Rigidity setting of Panasonic servo drives is a crucial aspect of their performance tuning. The purpose of rigidity setting is to ensure that the servo motor provides sufficient torque during operation, guaranteeing system stability and accuracy. This article will detail the principles, methods, and steps involved in rigidity setting of Panasonic servo drives.
I. The principle of rigid setting
Definition of rigidity
Rigidity refers to a system's ability to resist deformation when subjected to external forces. In servo systems, rigidity is mainly reflected in the motor's torque output and the system's stability.
The importance of rigid settings
The rigidity setting is crucial for the performance of a servo system. If the rigidity setting is too low, the system may experience vibration and loss of synchronization during operation, affecting the system's stability and accuracy. If the rigidity setting is too high, the system may become too stiff, leading to motor overload or even damage to the equipment.
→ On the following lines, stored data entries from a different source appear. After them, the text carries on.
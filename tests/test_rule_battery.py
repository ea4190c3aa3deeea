"""battery.discharge and battery.protection on invented packs, against the handbook values.

Cell voltages are from memory (Linden, Handbook of Batteries): Li-ion and LiPo 4.2 V full and
3.0 V cut-off (2.5 V damage floor), LiPo 3.7 V and Li-ion 3.6 V nominal; LiFePO4 3.65 V full,
2.5 V cut-off. The air-transport thresholds are IATA's (Dangerous Goods Regulations, lithium
battery guidance). Stall currents are worked by hand with Ohm's law.
"""

from __future__ import annotations

import re

import pytest
from firstride_rules.battery.discharge import RULE as DISCHARGE_RULE
from firstride_rules.battery.protection import RULE as PROTECTION_RULE
from firstride_rules.charging.ratings import RULE as CHARGING_RULE

from reviewer.engineering.cells import (
    CELL_VOLTAGES,
    AirTransportClass,
    air_transport_class,
    pack_energy_wh,
    string_continuous_current,
    strings_needed,
)
from reviewer.findings import Comparison, Severity
from reviewer.testing import rule_outputs, run_rule_on


def battery(chemistry="li-ion", series=7, parallel=1, **extra):
    """A pack; ``bms=True`` or ``False`` says whether a BMS guarding discharge is fitted."""
    data = {"chemistry": chemistry, "cells_series": series, "cells_parallel": parallel}
    data.update(extra)
    if isinstance(data.get("bms"), bool):
        data["bms"] = {"guards_discharge": True} if data["bms"] else {"fitted": False}
    return data


def drive(pack, winding="0.3 ohm", limit=None, motors=1, **extra):
    data = {
        "battery": pack,
        "motors": [
            {"name": f"m{i}", "type": "brushed", "winding_resistance": winding}
            for i in range(motors)
        ],
    }
    if limit is not None:
        data["controller"] = {"motor_current_limit": limit}
    data.update(extra)
    return data


def only(findings, subject=None):
    chosen = [f for f in findings if subject is None or f.subject == subject]
    assert len(chosen) == 1, [f.subject for f in findings]
    return chosen[0]


# --- cell and pack figures --------------------------------------------------------------------


@pytest.mark.parametrize(
    ("chemistry", "full", "cutoff"),
    [("li-ion", 4.2, 3.0), ("lipo", 4.2, 3.0), ("lifepo4", 3.65, 2.5)],
)
def test_lithium_cell_voltages(chemistry, full, cutoff):
    # from memory: Linden, Handbook of Batteries
    cell = CELL_VOLTAGES[chemistry]
    assert (cell.full, cell.cutoff) == (full, cutoff)


def test_two_three_cell_lipo_packs_in_series():
    # common practice: two 3-cell LiPo packs in series make a 6-cell pack, 22.2 V nominal,
    # 25.2 V full
    _, figures, _ = rule_outputs(DISCHARGE_RULE, {"battery": battery("lipo", 6)})
    value = {f.name: f.value for f in figures}
    assert value["pack nominal voltage"].m_as("V") == pytest.approx(22.2)
    assert value["pack full voltage"].m_as("V") == pytest.approx(25.2)


@pytest.mark.parametrize(
    ("energy", "expected"),
    [
        (99.0, AirTransportClass.ALLOWED),  # IATA DGR: not exceeding 100 Wh
        (100.0, AirTransportClass.ALLOWED),
        (100.5, AirTransportClass.AIRLINE_APPROVAL),  # IATA DGR: over 100 Wh, up to 160 Wh
        (160.0, AirTransportClass.AIRLINE_APPROVAL),
        (161.0, AirTransportClass.FORBIDDEN),  # IATA DGR: over 160 Wh
    ],
)
def test_air_transport_thresholds(energy, expected):
    assert air_transport_class(energy) is expected


def test_energy_on_a_threshold_is_not_pushed_over_by_rounding():
    # IATA DGR: Wh = V x Ah; 22.2 V x (100 / 22.2) Ah is 100 Wh, allowed
    energy = pack_energy_wh(3.7, 6, 100 / 22.2)
    assert energy == pytest.approx(100.0)
    assert air_transport_class(energy) is AirTransportClass.ALLOWED


@pytest.mark.parametrize(
    ("pack", "wh", "expected"),
    [
        # 6S LiPo 2.2 Ah: 22.2 V x 2.2 Ah = 48.84 Wh (IATA DGR Wh = V x Ah)
        (battery("lipo", 6, cell_capacity="2200 mAh"), 48.84, AirTransportClass.ALLOWED),
        # 10S4P Li-ion 3.5 Ah: 36 V x 14 Ah = 504 Wh
        (battery("li-ion", 10, 4, cell_capacity="3.5 Ah"), 504.0, AirTransportClass.FORBIDDEN),
        # 4S2P LiFePO4 2.5 Ah: 4 x 3.2 V = 12.8 V x 5 Ah = 64 Wh
        (battery("lifepo4", 4, 2, cell_capacity="2500 mAh"), 64.0, AirTransportClass.ALLOWED),
        # 10S1P Li-ion 4 Ah: 36 V x 4 Ah = 144 Wh
        (battery("li-ion", 10, cell_capacity="4 Ah"), 144.0, AirTransportClass.AIRLINE_APPROVAL),
    ],
)
def test_pack_energy_and_air_class_figures(pack, wh, expected):
    _, figures, _ = rule_outputs(DISCHARGE_RULE, {"battery": pack})
    value = {f.name: f.value for f in figures}
    assert value["pack energy"].m_as("Wh") == pytest.approx(wh)
    assert value["air transport class"] == expected.value


def test_no_air_class_for_a_lead_acid_pack():
    pack = battery("lead-acid", 6, cell_capacity="7 Ah")
    _, figures, _ = rule_outputs(DISCHARGE_RULE, {"battery": pack})
    names = {f.name for f in figures}
    assert "pack energy" in names and "air transport class" not in names


def test_string_capability_takes_the_lower_rating():
    # common practice: continuous current = C-rate x capacity; 20 C x 2.2 Ah = 44 A
    assert string_continuous_current(cell_c_rate=20, cell_capacity_ah=2.2) == pytest.approx(44)
    assert string_continuous_current(30.0, 20, 2.2) == pytest.approx(30)
    assert string_continuous_current(cell_c_rate=20) is None
    assert strings_needed(61.0, 15.0) == 5
    assert strings_needed(60.0, 15.0) == 4


# --- battery.discharge ------------------------------------------------------------------------


def test_each_rule_has_its_own_module():
    import firstride_rules.battery as area

    assert not hasattr(area, "RULE")
    rules = (DISCHARGE_RULE, PROTECTION_RULE)
    assert [r.id for r in rules] == ["battery.discharge", "battery.protection"]
    for rule in rules:
        assert "Severities" in rule.doc and rule.sources


def test_limited_demand_within_the_pack_passes():
    # 7S2P, cells 15 A each: 30 A continuous (common practice: cell rating x parallel)
    pack = battery(parallel=2, cell_continuous_current="15 A")
    finding = only(run_rule_on(DISCHARGE_RULE, drive(pack, limit="20 A")))
    assert finding.severity is Severity.PASS
    assert finding.measured.m_as("A") == pytest.approx(20)
    assert finding.limit.m_as("A") == pytest.approx(30)


def test_limited_demand_over_the_pack_is_fix_with_a_remedy_that_passes():
    pack = battery(parallel=2, cell_continuous_current="15 A")
    finding = only(run_rule_on(DISCHARGE_RULE, drive(pack, limit="40 A")))
    assert finding.severity is Severity.FIX
    assert "at or below 30 A" in finding.remedy
    assert "use 3 cells in parallel instead of 2" in finding.remedy  # 40 / 15 -> 3 strings
    assert "at least 20 A continuous" in finding.remedy  # 40 A over 2 strings
    limit = re.search(r"at or below (\d+) A", finding.remedy)[1]
    assert only(run_rule_on(DISCHARGE_RULE, drive(pack, limit=f"{limit} A"))).severity is (
        Severity.PASS
    )
    wider = battery(parallel=3, cell_continuous_current="15 A")
    assert only(run_rule_on(DISCHARGE_RULE, drive(wider, limit="40 A"))).severity is (Severity.PASS)


def test_unlimited_stall_over_twice_the_pack_is_stop():
    # 6S LiPo, 20 C x 2.2 Ah = 44 A; stall = 25.2 V / 0.1 ohm = 252 A (Ohm's law), > 2 x 44 A
    pack = battery("lipo", 6, cell_capacity="2200 mAh", cell_c_rate=20)
    finding = only(run_rule_on(DISCHARGE_RULE, drive(pack, winding="0.1 ohm")))
    assert finding.severity is Severity.STOP
    assert finding.measured.m_as("A") == pytest.approx(252)
    assert finding.limit.m_as("A") == pytest.approx(44)
    assert "at or below 44 A" in finding.remedy
    assert "use 6 cells in parallel instead of 1" in finding.remedy  # 252 / 44 -> 6


def test_unlimited_stall_within_twice_the_pack_is_fix():
    # stall = 25.2 V / 0.4 ohm = 63 A: over 44 A, under 88 A
    pack = battery("lipo", 6, cell_capacity="2200 mAh", cell_c_rate=20)
    finding = only(run_rule_on(DISCHARGE_RULE, drive(pack, winding="0.4 ohm")))
    assert finding.severity is Severity.FIX
    assert finding.measured.m_as("A") == pytest.approx(63)


def test_a_pack_fuse_below_the_capability_makes_a_sustained_stall_fix():
    pack = battery("lipo", 6, cell_capacity="2200 mAh", cell_c_rate=20)
    fuse = {"name": "main", "location": "battery-positive", "rating": "40 A"}
    data = drive(pack, winding="0.1 ohm", fuses=[fuse])
    finding = only(run_rule_on(DISCHARGE_RULE, data))
    assert finding.severity is Severity.FIX
    assert "main" in finding.rationale


def test_small_loads_are_added_to_the_demand():
    pack = battery(cell_continuous_current="30 A")
    data = drive(
        pack,
        limit="20 A",
        logic={"board_current": "120 mA"},
        brakes=[{"kind": "dynamic", "coil_current": "60 mA"}],
    )
    finding = only(run_rule_on(DISCHARGE_RULE, data))
    assert finding.severity is Severity.PASS
    assert finding.measured.m_as("A") == pytest.approx(20.18)


def test_two_limited_motors_draw_twice_the_limit():
    pack = battery(parallel=2, cell_continuous_current="20 A")
    finding = only(run_rule_on(DISCHARGE_RULE, drive(pack, limit="25 A", motors=2)))
    assert finding.severity is Severity.FIX
    assert finding.measured.m_as("A") == pytest.approx(50)
    assert "at or below 20 A per motor" in finding.remedy


def test_unknown_small_load_leaves_a_passing_pack_unassessed():
    pack = battery(cell_continuous_current="30 A")
    data = drive(pack, limit="20 A", logic={"supply_voltage": "5 V"})
    finding = only(run_rule_on(DISCHARGE_RULE, data))
    assert finding.severity is Severity.UNASSESSED
    assert finding.missing == ("logic.board_current",)
    over = drive(pack, limit="40 A", logic={"supply_voltage": "5 V"})
    assert only(run_rule_on(DISCHARGE_RULE, over)).severity is Severity.FIX


@pytest.mark.parametrize(
    ("data", "missing"),
    [
        ({}, ("battery",)),
        (
            drive(battery(), limit="10 A"),
            ("battery.cell_continuous_current", "battery.cell_c_rate", "battery.cell_capacity"),
        ),
        (
            drive(battery(cell_c_rate=10), limit="10 A"),
            ("battery.cell_continuous_current", "battery.cell_capacity"),
        ),
        (
            {
                "battery": battery(cell_continuous_current="10 A"),
                "motors": [{"name": "m", "type": "brushed"}],
            },
            ("motors[0].winding_resistance", "controller.battery_current_limit"),
        ),
        ({"battery": battery(cell_continuous_current="10 A")}, ("motors",)),
    ],
)
def test_discharge_unassessed_names_the_missing_fields(data, missing):
    finding = only(run_rule_on(DISCHARGE_RULE, data))
    assert finding.severity is Severity.UNASSESSED
    assert finding.missing == missing


# --- battery.protection -----------------------------------------------------------------------


def protection(pack):
    return {f.subject: f for f in run_rule_on(PROTECTION_RULE, {"battery": pack})}


def test_lithium_pack_without_bms_is_stop():
    findings = protection(battery("lipo", 6, bms=False))
    bms = findings["battery management system"]
    assert bms.severity is Severity.STOP
    assert "6S LiPo" in bms.remedy


def test_bms_not_stated_is_unassessed_and_fitted_passes():
    assert protection(battery())["battery management system"].missing == ("battery.bms",)
    assert protection(battery(bms=True))["battery management system"].severity is Severity.PASS


@pytest.mark.parametrize(
    ("setting", "bms", "severity"),
    [
        ("21 V", False, Severity.PASS),  # from memory: 7 x 3.0 V Li-ion cut-off
        ("22 V", False, Severity.PASS),
        ("20 V", False, Severity.FIX),  # below 21 V, above the 7 x 2.5 V = 17.5 V floor
        ("17 V", False, Severity.STOP),  # below the damage floor
        ("20 V", True, Severity.ADVISE),  # the BMS cuts power first, abruptly
    ],
)
def test_low_voltage_cutoff_of_a_seven_cell_pack(setting, bms, severity):
    finding = protection(battery(bms=bms, low_voltage_cutoff=setting))["low-voltage cut-off"]
    assert finding.severity is severity
    assert finding.limit.m_as("V") == pytest.approx(21.0)
    assert finding.comparison is Comparison.AT_LEAST
    if severity is not Severity.PASS:
        assert finding.remedy == "set battery.low_voltage_cutoff at or above 21 V (7 x 3 V)"


def test_lifepo4_cutoff_is_two_and_a_half_volts_per_cell():
    # from memory: Linden, LiFePO4 2.5 V cut-off; 8 x 2.5 V = 20 V
    finding = protection(battery("lifepo4", 8, bms=False, low_voltage_cutoff="19.5 V"))
    assert finding["low-voltage cut-off"].severity is Severity.FIX
    assert finding["low-voltage cut-off"].limit.m_as("V") == pytest.approx(20.0)


def test_cutoff_counts_a_bms_and_is_unassessed_without_either():
    assert protection(battery(bms=True))["low-voltage cut-off"].severity is Severity.PASS
    finding = protection(battery(bms=False))["low-voltage cut-off"]
    assert finding.severity is Severity.UNASSESSED
    assert finding.missing == ("battery.low_voltage_cutoff",)


@pytest.mark.parametrize(
    ("pack", "charger", "severity"),
    [
        (battery("li-ion", 7), "29.4 V", Severity.PASS),  # from memory: 7 x 4.2 V
        (battery("li-ion", 7), "29.7 V", Severity.PASS),  # within 7 x 0.05 V (common practice)
        (battery("li-ion", 7), "29.8 V", Severity.STOP),  # over 29.75 V: overcharge
        (battery("li-ion", 7), "29.0 V", Severity.ADVISE),  # under 29.05 V: undercharge
        (battery("lipo", 6), "25.2 V", Severity.PASS),  # common practice: 6-cell pack 25.2 V
        (battery("lifepo4", 4), "14.6 V", Severity.PASS),  # from memory: 4 x 3.65 V
        (battery("lifepo4", 4), "16.8 V", Severity.STOP),  # a Li-ion charger on LiFePO4
    ],
)
def test_charger_voltage(pack, charger, severity):
    charged = battery(pack["chemistry"], pack["cells_series"], bms=True, charger_voltage=charger)
    finding = charging(charged)["charger voltage"]
    assert finding.severity is severity
    if severity is not Severity.PASS:
        cells = pack["cells_series"]
        full = CELL_VOLTAGES[pack["chemistry"]].full * cells
        assert finding.remedy.startswith(f"use a {full:.3g} V charger ({cells} x ")


def charging(pack):
    return {f.subject: f for f in run_rule_on(CHARGING_RULE, {"battery": pack})}


def test_charger_not_given_is_unassessed():
    finding = charging(battery(bms=True))["charger voltage"]
    assert finding.severity is Severity.UNASSESSED
    assert finding.missing == ("battery.charger_voltage",)


def test_non_lithium_pack_passes_with_a_plain_reason():
    findings = run_rule_on(PROTECTION_RULE, {"battery": battery("lead-acid", 6)})
    finding = only(findings)
    assert finding.severity is Severity.PASS
    assert "not lithium" in finding.rationale


def test_protection_without_battery_is_unassessed():
    finding = only(run_rule_on(PROTECTION_RULE, {}))
    assert finding.severity is Severity.UNASSESSED and finding.missing == ("battery",)


def test_cutoff_figure_for_the_six_cell_pack():
    # from memory: 6 x 3.0 V = 18 V
    _, figures, _ = rule_outputs(PROTECTION_RULE, {"battery": battery("lipo", 6, bms=True)})
    value = {f.name: f.value for f in figures}
    assert value["pack cut-off voltage"].m_as("V") == pytest.approx(18.0)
Relationship between stiffness and system parameters
Rigidity settings are closely related to several system parameters, such as the motor's rated torque, rated speed, and load inertia. When setting rigidity, these parameters must be considered comprehensively to ensure optimal system performance.
II. Rigid Setting Method
Calculation of stiffness coefficient
The stiffness coefficient is a key parameter for stiffness setting, and its calculation formula is as follows:
Stiffness coefficient = (Motor rated torque × Motor rated speed) / (2 × π × Load inertia × Load speed)
Rated torque and rated speed are the basic parameters of a motor, which can be obtained from the motor's datasheet. Load inertia and load speed, however, need to be measured or estimated based on the actual application scenario.
Steps for rigid setting
(1) Determine the basic parameters of the system, such as motor model, load type, and working conditions.
(2) Measure or estimate the load inertia and load speed.
(3) Calculate the appropriate stiffness coefficient according to the formula for calculating the stiffness coefficient.
(4) Perform rigid settings on the servo driver. The specific operation method varies depending on the driver model, but it can generally be done through the driver's settings interface or programming interface.
(5) Conduct system debugging, observe the system operation, and fine-tune the rigidity coefficient if necessary.
Precautions for rigid settings
(1) When performing rigid settings, ensure that the system is stationary to avoid interference during the movement process from affecting the setting results.
(2) The rigidity setting should be adjusted according to the actual application scenario. Different loads and working conditions may require different rigidity coefficients.
(3) During the setup process, attention should be paid to the operation of the system. If any abnormality is found, the rigidity coefficient should be adjusted or other system parameters should be checked in a timely manner.
III. Common Problems and Solutions
System vibration
Cause of the problem: The rigidity setting is too low, and the system cannot resist external interference, resulting in vibration.
Solution: Appropriately increase the stiffness coefficient to improve system stability.
System out of sync
Cause of the problem: The rigidity setting is too high, making the system too rigid, which leads to motor overload or loss of synchronization.
Solution: Appropriately reduce the stiffness coefficient to lessen the load on the motor and prevent step loss.
System accuracy decreased
Cause of the problem: Inappropriate rigidity settings lead to system instability and affect accuracy.
Solution: Recalculate the stiffness coefficient and adjust it according to the actual application scenario.
Motor overload
Cause of the problem: The rigidity setting is too high, causing the motor to bear excessive torque, resulting in overload.
Solution: Reduce the stiffness coefficient to lessen the burden on the motor and avoid overload.
IV. Summary
The rigidity setting of Panasonic servo drives is crucial to system performance. When setting the rigidity, a comprehensive consideration of the system's basic parameters and the actual application scenario is necessary to select an appropriate rigidity coefficient. Simultaneously, the system's operation should be closely monitored; if any abnormalities are detected, the rigidity coefficient should be adjusted promptly, or other system parameters should be checked. Proper rigidity settings ensure good stability and accuracy of the servo system, improving production efficiency and product quality.